The little elephant cried below, its mother cried above, and everyone joined in. The elephant sister, who usually helped the mother take care of the little one, cried and blamed herself: “It’s all my fault. It was because I didn’t look after it carefully. Why didn’t I keep it between me and our mother?” The grandmother elephant, whose voice was hoarse and breath heavy, cried the most bitterly, her large ears standing up. The brother elephant, who normally would leave the family in a year or two and was starting to be indifferent to family matters, turned his cries into loud trumpeting, scaring away a few shrikes perched on the cliff top. The aunt elephant, who had never been pregnant but deeply yearned for a child, curled her trunk in fear and didn’t dare extend it, seeing the little elephant disappear under the ground. She vowed that if she ever had a child, she would always keep it by her side, never letting it near the edge of a cliff.
The five elephants focused intently on their crying, their cries piercing and persistent. The vast sky above filled with drifting clouds, which sympathetically floated over, casting shadows on them: “Don’t let the strong sunlight harm the elephants.” A breeze blew through the long, narrow valley, bringing silence and carrying away the elephants’ sorrow. The sorrow drifted away. A patch of dock flowers suddenly wilted in fright, while a patch of knotweed flowers suddenly bloomed. Seven or eight stick flowers held hands and trembled, sending out wave after wave of bright green ripples. A few shrikes, startled away earlier, hurried back, diving into the valley, their minds flashing with a gleam of wild joy: perhaps there was meat to be had.
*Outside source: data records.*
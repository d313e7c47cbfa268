"""Blows to the guard of a running show, and the deliberate way back from each."""

from __future__ import annotations

import os
import resource
import signal
import time
from collections.abc import Callable
from pathlib import Path
from typing import NamedTuple

from support.blows import Blow, Stage, guard_of, write_loop_show
from support.running import SOON_S, wait_for
from support.wallclock import WallClock

from beamctl.engine import layout as at
from beamctl.files.signing import seal_of, sign

SHUT_S = 0.3  # how long it is watched to stay shut
LAST = 2**63 - 1  # the greatest number that a word of shared memory holds
FULL_BYTES = 1 << 20  # of address space: less than any process has already
HOUR_S = 3600

Undo = Callable[[], None]


def write_loud_show(folder: Path) -> Path:
    """The show of the other blows, signed, 20 dB louder, with a dose that is soon seen."""
    write_loop_show(folder)
    rig = folder / "rig.toml"
    rig.write_text(rig.read_text().replace("level_db_30cm_10v = 95.0", "level_db_30cm_10v = 115.0"))
    (folder / "guard.toml").write_text("format = 1\ndose_window_s = 60.0\n")
    sign(folder, "a test", "2026-01-01", seal_of(folder))
    return folder


# -- what is dealt; each returns how the machine is put right again ---------------------------


def stop(stage: Stage) -> Undo:
    """The guard's process is stopped, and goes on later."""
    guard = guard_of(stage.running)
    os.kill(guard, signal.SIGSTOP)
    return lambda: os.kill(guard, signal.SIGCONT)


def stop_for_good(stage: Stage) -> Undo:
    """It is stopped until the host makes an end of it."""
    os.kill(guard_of(stage.running), signal.SIGSTOP)
    return lambda: None


def kill(stage: Stage) -> Undo:
    """It is killed."""
    os.kill(guard_of(stage.running), signal.SIGKILL)
    return lambda: None


def fill_memory(stage: Stage) -> Undo:
    """There is no more memory for it: what its estimator asks for next is refused."""
    resource.prlimit(guard_of(stage.running), resource.RLIMIT_AS, (FULL_BYTES, FULL_BYTES))
    return lambda: None


def make_it_throw(stage: Stage) -> Undo:
    """The count that it alone keeps in shared memory is spoiled: its arithmetic overflows.

    The ceilings that the final stage then finds are a little lower than those that held.
    """
    outlet = stage.outlet
    count = outlet.count(at.GRANTS)
    row = at.CEILINGS + (LAST % at.GRANTS_KEPT) * at.MAX_PANELS
    lower = [0.999 * ceiling for ceiling in outlet.granted(count)]
    outlet.memory[row : row + len(lower)].view("f8")[:] = lower
    outlet.memory[at.GRANTS] = LAST

    def undo() -> None:
        outlet.memory[at.GRANTS] = count

    return undo


def set_clock(clock: WallClock, seconds: int) -> Callable[[Stage], Undo]:
    """The system's clock is set on or back."""

    def jump(_: Stage) -> Undo:
        clock.jump(seconds)
        return lambda: None

    return jump


# -- around a blow ----------------------------------------------------------------------------


class Struck(NamedTuple):
    """A blow, and how much dose the worst seat had before and after the way back, in percent."""

    blow: Blow
    before_pct: float
    after_pct: float
    reason: str


def strike_guard(stage: Stage, deal: Callable[[Stage], Undo]) -> Struck:
    """Strike, see it trip and stay shut, put the machine right, see it stay shut; come back."""
    running, outlet = stage.running, stage.outlet
    before_pct = running.snapshot().guard.dose_pct
    before, until_s = outlet.count(at.SOUNDED), time.monotonic() + SOON_S
    while outlet.count(at.SOUNDED) == before or outlet.gate_gain < 1.0:
        assert time.monotonic() < until_s, "nothing sounds, so a blow would show nothing"
        time.sleep(0.0002)
    blow = Blow(outlet.count(at.READ), time.monotonic())
    undo = deal(stage)
    try:
        wait_for(lambda: outlet.gate_gain == 0.0, "the gate to shut")
        wait_for(lambda: running.snapshot().output == "TRIPPED", "TRIPPED")
        reason = running.snapshot().guard.reason
        stays_shut(stage)
    finally:
        undo()
    stays_shut(stage)
    comes_back(stage)
    return Struck(blow, before_pct, running.snapshot().guard.dose_pct, reason)


def stays_shut(stage: Stage) -> None:
    """Tripped, silent and refusing, for a while."""
    running, outlet = stage.running, stage.outlet
    for _ in range(3):
        found = running.snapshot()
        assert (found.output, found.guard.state) == ("TRIPPED", "TRIPPED")
        assert (outlet.gate_gain, outlet.count(at.GATE)) == (0.0, 0)
        for name in ("restore", "ready", "go"):
            answer = running.link.act(name)
            assert (answer.done, answer.reason) == (False, "tripped"), name
        running.pass_by(SHUT_S / 3)


def comes_back(stage: Stage) -> None:
    """The word clears the trip and opens nothing; restore does, and the loop sounds again."""
    running, outlet = stage.running, stage.outlet
    answer = running.link.act("clear", word="restore")
    assert (answer.done, answer.reason) == (False, "tripped")
    wait_for(lambda: running.link.act("clear", word="Clear").done, "the guard to see again")
    assert running.snapshot().output == "HUSHED"
    running.pass_by(SHUT_S / 3)
    assert (outlet.gate_gain, outlet.count(at.GATE)) == (0.0, 0)
    while running.snapshot().notices:
        running.act("acknowledge")
    running.act("restore")
    wait_for(lambda: outlet.gate_gain == 1.0, "the gate to rise")
    running.pass_by(0.1)
    found = running.snapshot()
    assert (found.output, found.guard.reason, found.notices) == ("OPEN", "", ())
    assert found.panels[0].peak_db is not None, "no loop came back"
If you were walking a tightrope along the Tropic of Cancer, at 99°35’E longitude, and accidentally fell, you would land in this north-south green valley. The valley is deep and quiet, with a swift river below, its banks covered with soft, thick subtropical vegetation. So, if you fell, you would most likely survive. Please stand up and walk a few steps south, and you will encounter the little elephant. Of course, you might not fall if you are light enough and have strong arms, opting to swing on the Tropic of Cancer, waiting for a quick rescue. In that case, you wouldn’t see the little elephant, and you would have missed a great opportunity to make friends with an elephant and explore the mysteries of nature. Our Tropic of Cancer, which humanity can only look down upon and never up, now rests on the trembling back of the little elephant and on the pinkish cleome flowers between the two legs of the cane flower.